:: EXERCISE PROMPT ::
The answer must consist of every line below that holds the word "iters".

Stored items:
========

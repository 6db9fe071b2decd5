//! Driver of `tests/epanet/bench_side_by_side.py` (a bench target so it is
//! built with optimisations, without the GUI): for each size given, generate
//! the building, export its network (matched physics, design state) to
//! `<dir>/gen-<n>.inp` (and the project to `<dir>/gen-<n>.ron`) and print one JSON line with flowrise's medians: the
//! stages of a cold solve (new workspace) and the warm drag cycle.
//!
//! Run: `cargo bench -p flowrise-core --bench side_by_side -- <dir> <repeat> <emitters>...`
//! (emitters one of 100, 1000, 10000, 50000, 200000). For profiling the drag alone,
//! `SIDE_BY_SIDE_WARM_REPEAT=N` runs the warm drag cycle N times instead of
//! `<repeat>` times.

#![allow(clippy::expect_used, clippy::unwrap_used)] // reason: benchmark harness, not product code

/// The allocator the flowrise binary uses (app/src/main.rs), so the figures
/// are the product's.
#[global_allocator]
static ALLOCATOR: mimalloc::MiMalloc = mimalloc::MiMalloc;

use std::time::Instant;

use flowrise_core::design::{SolveOptions, Workspace, solve_project};
use flowrise_core::export::{ExportOptions, network_to_inp};
use flowrise_core::generate::{BuildingSpec, generate_building};
use flowrise_core::project::{Edit, NodeKind};

fn median(v: &mut [f64]) -> f64 {
    v.sort_by(f64::total_cmp);
    v[v.len() / 2]
}

fn main() {
    let args: Vec<String> = std::env::args().skip(1).filter(|a| !a.starts_with("--")).collect();
    if args.len() < 3 {
        eprintln!("usage: side_by_side <dir> <repeat> <emitters>...");
        return;
    }
    let dir = std::path::PathBuf::from(&args[0]);
    let repeat: usize = args[1].parse().unwrap_or(5).max(1);
    for n in args[2..].iter().filter_map(|a| a.parse::<u32>().ok()) {
        let (floors, per_floor) = match n {
            100 => (5, 20),
            1000 => (10, 100),
            10_000 => (20, 500),
            50_000 => (50, 1000),
            200_000 => (100, 2000),
            _ => (n.div_ceil(100).clamp(1, 200), n.min(100)),
        };
        let project = generate_building(&BuildingSpec::new(floors, per_floor)).expect("generate");
        // The project itself, for the fresh-process comparison (`flowrise solve --json`).
        let ron = dir.join(format!("gen-{n}.ron"));
        std::fs::write(&ron, project.to_ron().expect("ron")).expect("write ron");
        let opts = SolveOptions { matched_physics: true, ..SolveOptions::default() };
        let (mut derive, mut design, mut operate, mut total, mut iters) = (vec![], vec![], vec![], vec![], vec![]);
        let (mut solver, mut w_solver) = (vec![], vec![]);
        let mut last = None;
        for _ in 0..repeat {
            let t = Instant::now();
            let sol = solve_project(&project, &opts, &mut Workspace::default());
            total.push(t.elapsed().as_secs_f64() * 1e3);
            derive.push(sol.timings.derive_ms);
            design.push(sol.timings.design_ms);
            operate.push(sol.timings.operate_ms);
            solver.push(sol.timings.solver_ms);
            iters.push(sol.iterations as f64);
            last = Some(sol);
        }
        let sol = last.expect("solved");
        assert!(!sol.has_errors(), "error findings at {n} emitters");
        let eo = ExportOptions { accuracy: opts.solver.flow_tolerance, ..ExportOptions::default() };
        let inp = dir.join(format!("gen-{n}.inp"));
        std::fs::write(&inp, network_to_inp(&sol, &project.name, &eo).expect("export")).expect("write");
        // Warm drag cycle.
        let mover = project.nodes().find(|x| matches!(x.kind, NodeKind::Emitter(_))).map(|x| x.id).expect("emitter");
        let mut drag = project.clone();
        let mut ws = Workspace::default();
        let _ = solve_project(&drag, &opts, &mut ws);
        let (mut w_op, mut w_total, mut w_it) = (vec![], vec![], vec![]);
        let (mut w_derive, mut w_design) = (vec![], vec![]);
        let warm_repeat = std::env::var("SIDE_BY_SIDE_WARM_REPEAT").ok().and_then(|v| v.parse().ok()).unwrap_or(repeat);
        for i in 0..warm_repeat {
            let dx = if i % 2 == 0 { 0.05 } else { -0.05 };
            let t = Instant::now();
            drag.apply(Edit::MoveNodes { ids: vec![mover], dx_m: dx, dy_m: 0.0 }).expect("move");
            let s = solve_project(&drag, &opts, &mut ws);
            w_total.push(t.elapsed().as_secs_f64() * 1e3);
            w_op.push(s.timings.operate_ms);
            w_solver.push(s.timings.solver_ms);
            w_derive.push(s.timings.derive_ms);
            w_design.push(s.timings.design_ms);
            w_it.push(s.iterations as f64);
        }
        println!(
            "{}",
            serde_json::json!({
                "emitters": n, "inp": inp.display().to_string(), "ron": ron.display().to_string(),
                "links": sol.network.links.len(), "nodes": sol.network.nodes.len(),
                "flow_tolerance": opts.solver.flow_tolerance,
                "cold_derive_ms": median(&mut derive), "cold_design_ms": median(&mut design),
                "cold_operate_ms": median(&mut operate), "cold_total_ms": median(&mut total),
                "cold_iterations": median(&mut iters), "cold_solver_ms": median(&mut solver),
                "warm_derive_ms": median(&mut w_derive), "warm_design_ms": median(&mut w_design),
                "warm_operate_ms": median(&mut w_op), "warm_edit_to_results_ms": median(&mut w_total),
                "warm_iterations": median(&mut w_it), "warm_solver_ms": median(&mut w_solver),
            })
        );
    }
}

========

:: EXERCISE RESULT ::
        let (mut derive, mut design, mut operate, mut total, mut iters) = (vec![], vec![], vec![], vec![], vec![]);
            iters.push(sol.iterations as f64);
                "cold_iterations": median(&mut iters), "cold_solver_ms": median(&mut solver),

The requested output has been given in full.